→ **What needs to be done**
Repeat every entry, word for word, leaving no line out.

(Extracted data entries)
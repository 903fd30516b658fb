import { NextResponse, type NextRequest } from 'next/server';
import { env } from '@/lib/env';
import { clientAddress } from '@/lib/security/clientAddress';
import { contentSecurityPolicy, makeNonce, originOf } from '@/lib/security/contentSecurityPolicy';
import { consumeSignInLink, signInStanding, tooManyRequests } from '@/lib/security/limits';

// Runs before pages and the sign-in endpoints. Pages get a content security policy with a fresh script
// nonce (Next reads it from the request's policy header and puts it on its own scripts). The two sign-in
// doors answer 429 here once an account or address has used up its tries: e-mailed links are counted
// here, failed passwords where the outcome is known (lib/auth/options.ts). Access control is not done
// here: see lib/auth/guard.ts.

const PHOTO_UPLOAD_ORIGIN = originOf(env.S3_PUBLIC_ENDPOINT ?? env.S3_ENDPOINT);
const DEVELOPMENT = process.env.NODE_ENV === 'development';

async function formEmail(request: NextRequest): Promise<string> {
  try {
    const form = await request.clone().formData();
    const email = form.get('email');
    return typeof email === 'string' ? email : '';
  } catch {
    return '';
  }
}

async function signInThrottle(request: NextRequest): Promise<Response | null> {
  if (request.method !== 'POST') return null;
  const path = decodeURIComponent(request.nextUrl.pathname).replace(/\/+$/, '');
  const address = clientAddress(request.headers);
  const signInPage = new URL('/sign-in?error=TooManyAttempts', env.APP_URL).toString();
  if (path === '/api/auth/callback/password') {
    const standing = await signInStanding(await formEmail(request), address);
    // `url` is what next-auth's client reads from any answer of this endpoint.
    if (!standing.allowed) return tooManyRequests(standing, 'sign-in attempts', { url: signInPage });
  }
  if (path === '/api/auth/signin/email') {
    const standing = await consumeSignInLink(await formEmail(request), address);
    if (!standing.allowed) return tooManyRequests(standing, 'sign-in links requested', { url: signInPage });
  }
  return null;
}

export async function proxy(request: NextRequest) {
  if (request.nextUrl.pathname.startsWith('/api/')) return (await signInThrottle(request)) ?? NextResponse.next();

  const nonce = makeNonce();
  const policy = contentSecurityPolicy({ nonce, development: DEVELOPMENT, connectOrigins: PHOTO_UPLOAD_ORIGIN ? [PHOTO_UPLOAD_ORIGIN] : [] });
  const requestHeaders = new Headers(request.headers);
  requestHeaders.set('x-nonce', nonce);
  requestHeaders.set('content-security-policy', policy);
  const response = NextResponse.next({ request: { headers: requestHeaders } });
  response.headers.set('Content-Security-Policy', policy);
  return response;
}

export const config = {
  matcher: [
    '/api/auth/:path*',
    {
      // Pages only: not other API routes, build files, the icon, or prefetches (no scripts run from those).
      source: '/((?!api/|_next/static|_next/image|favicon.ico|fonts/).*)',
      missing: [
        { type: 'header', key: 'next-router-prefetch' },
        { type: 'header', key: 'purpose', value: 'prefetch' },
      ],
    },
  ],
};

→ **Answer space**
repository 903fd30516b658fb
import { NextResponse, type NextRequest } from 'next/server';
import { env } from '@/lib/env';
import { clientAddress } from '@/lib/security/clientAddress';
import { contentSecurityPolicy, makeNonce, originOf } from '@/lib/security/contentSecurityPolicy';
import { consumeSignInLink, signInStanding, tooManyRequests } from '@/lib/security/limits';

// Runs before pages and the sign-in endpoints. Pages get a content security policy with a fresh script
// nonce (Next reads it from the request's policy header and puts it on its own scripts). The two sign-in
// doors answer 429 here once an account or address has used up its tries: e-mailed links are counted
// here, failed passwords where the outcome is known (lib/auth/options.ts). Access control is not done
// here: see lib/auth/guard.ts.

const PHOTO_UPLOAD_ORIGIN = originOf(env.S3_PUBLIC_ENDPOINT ?? env.S3_ENDPOINT);
const DEVELOPMENT = process.env.NODE_ENV === 'development';

async function formEmail(request: NextRequest): Promise<string> {
  try {
    const form = await request.clone().formData();
    const email = form.get('email');
    return typeof email === 'string' ? email : '';
  } catch {
    return '';
  }
}

async function signInThrottle(request: NextRequest): Promise<Response | null> {
  if (request.method !== 'POST') return null;
  const path = decodeURIComponent(request.nextUrl.pathname).replace(/\/+$/, '');
  const address = clientAddress(request.headers);
  const signInPage = new URL('/sign-in?error=TooManyAttempts', env.APP_URL).toString();
  if (path === '/api/auth/callback/password') {
    const standing = await signInStanding(await formEmail(request), address);
    // `url` is what next-auth's client reads from any answer of this endpoint.
    if (!standing.allowed) return tooManyRequests(standing, 'sign-in attempts', { url: signInPage });
  }
  if (path === '/api/auth/signin/email') {
    const standing = await consumeSignInLink(await formEmail(request), address);
    if (!standing.allowed) return tooManyRequests(standing, 'sign-in links requested', { url: signInPage });
  }
  return null;
}

export async function proxy(request: NextRequest) {
  if (request.nextUrl.pathname.startsWith('/api/')) return (await signInThrottle(request)) ?? NextResponse.next();

  const nonce = makeNonce();
  const policy = contentSecurityPolicy({ nonce, development: DEVELOPMENT, connectOrigins: PHOTO_UPLOAD_ORIGIN ? [PHOTO_UPLOAD_ORIGIN] : [] });
  const requestHeaders = new Headers(request.headers);
  requestHeaders.set('x-nonce', nonce);
  requestHeaders.set('content-security-policy', policy);
  const response = NextResponse.next({ request: { headers: requestHeaders } });
  response.headers.set('Content-Security-Policy', policy);
  return response;
}

export const config = {
  matcher: [
    '/api/auth/:path*',
    {
      // Pages only: not other API routes, build files, the icon, or prefetches (no scripts run from those).
      source: '/((?!api/|_next/static|_next/image|favicon.ico|fonts/).*)',
      missing: [
        { type: 'header', key: 'next-router-prefetch' },
        { type: 'header', key: 'purpose', value: 'prefetch' },
      ],
    },
  ],
};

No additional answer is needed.